Saudi J Anaesth. 2016 Jan-Mar;10(1):110-2. doi: 10.4103/1658-354X.169489.
Epidermolysis bullosa is a group of inherited rare skin disease, characterized by bullae formation in the skin or mucous membranes. The fundamental abnormality is collagen degeneration leads to splitting of various epidermal layers. Dystrophic epidermolysis bullosa (DEB) is one of the major forms of epidermolysis bullosa. These patients often admitted to the hospital for corrective surgeries, change of dressing, contracture release, and skin grafting.
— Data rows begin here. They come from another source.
// What a review holds, as plain objects: gathered by the query stage, shown by the review stage.
import type { ReadingRef } from "./traits/trait_row.ts";
import type { Basis } from "../shared/vocabulary.ts";

export type Verdict = "accept" | "hold" | "reject";

export interface ReviewSuspect {
  readonly name: string;
  readonly sentence: string;
  readonly p_value: number;
  readonly verdict: string;
}

export interface ReviewFlag {
  readonly scope: string;
  readonly id: string;
  readonly rule: string;
  readonly severity: "act" | "watch" | "note";
  readonly brief: string;
  readonly statement: string;
  readonly readings: readonly ReadingRef[];
  readonly dies: readonly string[];
  readonly suspects: readonly ReviewSuspect[];
}

/** Confidence of every interval of a review. */
export const CONFIDENCE = 0.95;

export interface Interval {
  readonly low: number;
  readonly high: number;
}

/** Good dies to be expected from the probabilities, with 95 % ranges of their number. */
export interface ExpectedDies {
  readonly dies: number;
  /** If dies are good or bad independently of each other. */
  readonly low: number;
  readonly high: number;
  /** If all dies of a wafer share their doubts: the widest that the number can scatter. */
  readonly together_low: number;
  readonly together_high: number;
}

/** Dies accepted, of those that can be shipped; intervals at 95 %. */
export interface ShareOf {
  readonly good: number;
  readonly hold: number;
  readonly of: number;
  /** Null for none of none. */
  readonly value: number | null;
  /** Exact; of several wafers widened for dies that share their wafer's fate. */
  readonly low: number;
  readonly high: number;
  readonly counted: "dies" | "wafers";
  /** Clopper and Pearson, and Wilson, with every die as evidence of its own. */
  readonly exact: Interval;
  readonly score: Interval;
  /** Null for no die. */
  readonly expected: ExpectedDies | null;
}

export interface FigureValue {
  readonly mean: number | null;
  readonly u: number | null;
  readonly lo: number | null;
  readonly hi: number | null;
  readonly probability: number | null;
  readonly basis: Basis;
  readonly reason?: string;
}

export interface RankedDie {
  readonly die: string;
  readonly guide: string;
  readonly decision: Verdict;
  readonly probability: number;
  readonly limited_by: string | null;
  readonly qualifying_guides: number;
  readonly guides_of_die: number;
  readonly matched: boolean;
  readonly unavailable: string | null;
  /** Readings of the guide that the others contradict, as sentences. */
  readonly contradicted: readonly string[];
  readonly operating_temperature_c: FigureValue;
  /** Required figures. */
  readonly figures: Readonly<Record<string, FigureValue>>;
}

/** One factor of the heralding budget. */
export interface BudgetRow {
  readonly factor: string;
  readonly signal: FigureValue;
  readonly idler: FigureValue;
}

export interface Budget {
  readonly which: "best" | "median";
  readonly die: string;
  readonly guide: string;
  readonly rows: readonly BudgetRow[];
}

export interface LimitRow {
  readonly figure: string;
  readonly rejected: number;
  readonly on_hold: number;
  /** Dies that would be accepted if this requirement alone were met: all others leave no more doubt than the request allows. */
  readonly would_pass: number;
  readonly wafers: readonly string[];
}

/** What the yield would be with traits at their targets. */
export interface GainReview {
  readonly scope: "lot" | "wafer";
  readonly id: string;
  /** Dies that can be shipped. */
  readonly dies: number;
  readonly as_made: number;
  readonly all_at_target: number;
  /** One group of traits at its target, the others as made; largest rise first. */
  readonly groups: readonly {
    readonly group: string;
    readonly words: string;
    /** Dies more than as made. */
    readonly dies: number;
    readonly yield: number;
    readonly rise: number;
    /** Of the whole rise; null where that is 0. Shares and the interaction's sum to 1. */
    readonly share: number | null;
    /** Rise of the expected number of good dies, from the probabilities. */
    readonly expected: number;
  }[];
  /** What the single rises leave of the whole: above 0 several have to be put right together, below 0 either of several would do. */
  readonly interaction: number;
  readonly interaction_share: number | null;
  readonly expected_all: number;
}

/** What dies on hold lack. */
export interface MissingReading {
  readonly request: string;
  readonly kind: string;
  readonly words: string;
  readonly dies: readonly string[];
  /** How many of them it is expected to decide. */
  readonly decided: number;
}

export interface RequestReview {
  readonly request: string;
  readonly process: string;
  readonly description: string;
  readonly requirements: readonly {
    readonly figure: string;
    readonly at_least: number | null;
    readonly at_most: number | null;
  }[];
  /** What the dies are ordered by. */
  readonly order_by: string;
  readonly decide: { readonly accept_at: number; readonly reject_below: number };
  readonly total: ShareOf;
  readonly wafers: readonly (ShareOf & { readonly wafer: string })[];
  /** By mask group: dies with an accepted guide of the group, of those that have guides of it. */
  readonly groups: readonly (ShareOf & { readonly group: string; readonly matched: boolean })[];
  readonly limits: readonly LimitRow[];
  readonly limits_by_wafer: readonly { readonly wafer: string; readonly limits: readonly LimitRow[] }[];
  /** The lot first, then its wafers; empty where the prediction holds no such analysis. */
  readonly gains: readonly GainReview[];
  readonly missing_readings: readonly MissingReading[];
  readonly ranked: readonly RankedDie[];
  readonly budgets: readonly Budget[];
  readonly rests_on: readonly {
    readonly role: string;
    readonly trait: string;
    readonly basis: Basis;
    readonly guides: number;
  }[];
}

export interface DieReview {
  readonly die: string;
  readonly wafer: string;
  readonly x_mm: number;
  readonly y_mm: number;
  readonly unavailable: string | null;
}

export interface TrendReview {
  readonly wafer: string;
  readonly dies: number;
  readonly slope_p: number | null;
  readonly radial_p: number | null;
  readonly across_wafer: number | null;
  readonly centre_to_edge: number | null;
  readonly edge_difference: number | null;
  readonly edge_p: number | null;
  readonly neighbours_i: number | null;
  readonly neighbours_p: number | null;
  readonly sentence: string;
}

export interface TraitReview {
  readonly key: string;
  readonly words: string;
  readonly unit: string;
  readonly dies: readonly {
    readonly die: string;
    readonly wafer: string;
    readonly value: number;
    readonly u: number;
    readonly rows: number;
  }[];
  readonly trends: readonly TrendReview[];
  /** Where the spread sits; empty where it can't be told. */
  readonly shares: readonly { readonly level: string; readonly share: number; readonly sd: number }[];
}

export interface ChartReview {
  readonly key: string;
  readonly words: string;
  readonly unit: string;
  readonly centre: number;
  readonly lower: number;
  readonly upper: number;
  readonly points: readonly { readonly lot: string; readonly value: number; readonly z: number }[];
  /** Sentences about the last point; empty when it is in line. */
  readonly signals: readonly string[];
}

/** Means and spreads of wafers over lots; those of the reviewed lot last. */
export interface WaferChartReview {
  readonly key: string;
  readonly words: string;
  readonly unit: string;
  readonly centre: number;
  /** What wafers of good lots keep, from the lots before; null where those are too few. */
  readonly limits: { readonly lower: number; readonly upper: number } | null;
  readonly lots_before: number;
  readonly within_sd: number;
  readonly between_sd: number | null;
  readonly points: readonly {
    readonly lot: string;
    readonly wafer: string;
    readonly dies: number;
    readonly mean: number;
    /** Limits from the scatter of the dies alone (X-bar). */
    readonly within_lower: number;
    readonly within_upper: number;
    readonly z: number | null;
    /** Null for a single die. */
    readonly s: number | null;
    readonly s_centre: number | null;
    readonly s_lower: number | null;
    readonly s_upper: number | null;
  }[];
  readonly sentence: string;
}

export interface CapabilityReview {
  readonly key: string;
  readonly words: string;
  readonly unit: string;
  readonly rule: string;
  readonly limits: string;
  readonly lower: number | null;
  readonly upper: number | null;
  /** Null: the whole lot. */
  readonly wafer: string | null;
  readonly dies: number;
  readonly effective_dies: number;
  readonly mean: number | null;
  readonly sd: number | null;
  readonly cp: CapabilityIndex | null;
  readonly cpk: CapabilityIndex | null;
  readonly cpk_at_least: number | null;
  /** Share of normal dies beyond the limits. */
  readonly outside: number | null;
  /** Why there is none. */
  readonly refused: string | null;
}
export interface CapabilityIndex {
  readonly value: number;
  readonly lo: number;
  readonly hi: number;
}

export interface LotYieldRow {
  readonly lot: string;
  readonly started: string | null;
  readonly request: string;
  readonly good: number;
  readonly of: number;
  readonly low: number;
  readonly high: number;
  readonly exact: Interval;
  readonly score: Interval;
}

export interface Answers {
  readonly how: readonly string[];
  readonly out: readonly string[];
  readonly behind: readonly string[];
  readonly pay_off: readonly string[];
  readonly goes: readonly string[];
}

export interface ReviewData {
  readonly lot: string;
  readonly platform: string;
  readonly started: string | null;
  readonly counts: {
    readonly wafers: number;
    readonly dies: number;
    readonly unavailable: number;
    readonly guides: number;
    readonly rows: number;
    readonly quarantined: number;
  };
  readonly answers: Answers;
  readonly flags: readonly ReviewFlag[];
  readonly requests: readonly RequestReview[];
  /** Requests predicted that no guide of the lot matches. */
  readonly requests_without_match: readonly string[];
  readonly wafers: readonly {
    readonly wafer: string;
    readonly diameter_mm: number | null;
    readonly substrate_batch: string | null;
    readonly steps: readonly {
      readonly step: string;
      readonly tool: string | null;
      readonly recipe: string | null;
      readonly finished: string | null;
    }[];
  }[];
  readonly coatings: readonly {
    readonly coating_run: string;
    readonly facet: string;
    readonly dies: number;
  }[];
  readonly dies: readonly DieReview[];
  readonly traits: readonly TraitReview[];
  readonly charts: readonly ChartReview[];
  readonly wafer_charts: readonly WaferChartReview[];
  readonly capabilities: readonly CapabilityReview[];
  readonly lots: readonly LotYieldRow[];
  /** Earlier lots that are not compared, and why, in words. */
  readonly left_out: readonly string[];
  readonly coverage: readonly {
    readonly what: string;
    readonly guides: number;
    readonly dies: number;
    readonly of_guides: number;
    readonly of_dies: number;
  }[];
  readonly quarantine: readonly {
    readonly file: string;
    readonly line: number;
    readonly column: string;
    readonly value: string;
    readonly reason: string;
    readonly wanted: string;
  }[];
  readonly remarks: readonly string[];
  readonly provenance: {
    readonly program: string;
    readonly model: string;
    readonly runs: readonly {
      readonly run: string;
      readonly kind: string;
      readonly request: string | null;
      readonly model: string;
    }[];
    readonly files: readonly { readonly name: string; readonly sha256: string }[];
    readonly platform_sha256: string;
    readonly requests: readonly { readonly request: string; readonly sha256: string }[];
  };
  readonly cautions: readonly string[];
}

/** One request on a die sheet. */
export interface SheetRequest {
  readonly request: string;
  readonly description: string;
  readonly decision: Verdict;
  readonly probability: number;
  readonly guide: string;
  readonly matched: boolean;
  readonly limited_by: string | null;
  readonly requirements: RequestReview["requirements"];
  /** Figures that the sheet shows: operating point, required ones, and the usual ones of the process. */
  readonly figures: Readonly<Record<string, FigureValue>>;
  readonly other_temperatures_c: readonly number[];
  readonly oven_c: readonly [number, number];
  readonly budget: readonly BudgetRow[];
  /** What the request asks of the pump, and what the guide allows, in words. */
  readonly pump: readonly string[];
  readonly remarks: readonly string[];
}

/** What was read on a die or its recommended guides. */
export interface SheetReading {
  readonly trait: string;
  readonly unit: string;
  readonly wavelength_nm: number | null;
  readonly polarisation: string | null;
  readonly value: number;
  readonly u: number;
  readonly method: string;
  readonly readings: readonly ReadingRef[];
}

export interface SheetData {
  readonly die: string;
  readonly lot: string;
  readonly platform: string;
  readonly wafer: string;
  readonly substrate_batch: string | null;
  readonly started: string | null;
  readonly x_mm: number;
  readonly y_mm: number;
  readonly unavailable: string | null;
  readonly guides: readonly {
    readonly guide: string;
    readonly group: string | null;
    readonly width_um: number;
    readonly period_um: number;
    readonly length_mm: number;
  }[];
  readonly steps: ReviewData["wafers"][number]["steps"];
  readonly coatings: readonly {
    readonly facet: string;
    readonly coating_run: string;
    readonly counts: boolean;
  }[];
  readonly requests: readonly SheetRequest[];
  readonly readings: readonly SheetReading[];
  readonly provenance: ReviewData["provenance"];
  readonly cautions: readonly string[];
}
Anesthetic management of these cases is always a challenge. We are reporting a case of 5-year-old boy diagnosed as a case of DEB scheduled for upper lip contracture release, skin grafting and debridement of nonhealing scars under anesthesia. In this case, we have focused mainly on the anesthetic management, preparation of the monitoring, transportation, difficulties in establishing the venous accesses, and airway management.
大疱性表皮松解症是一组遗传性罕见皮肤病,其特征是皮肤或黏膜形成水疱。根本异常是胶原蛋白变性导致各表皮层分离。营养不良性大疱性表皮松解症(DEB)是大疱性表皮松解症的主要形式之一。这些患者常因矫正手术、换药、挛缩松解和皮肤移植而住院。这些病例的麻醉管理始终是一项挑战。我们报告一例5岁男孩,诊断为DEB,计划在麻醉下进行上唇挛缩松解、皮肤移植和不愈合瘢痕清创术。在该病例中,我们主要关注了麻醉管理、监测准备、转运、建立静脉通路的困难以及气道管理。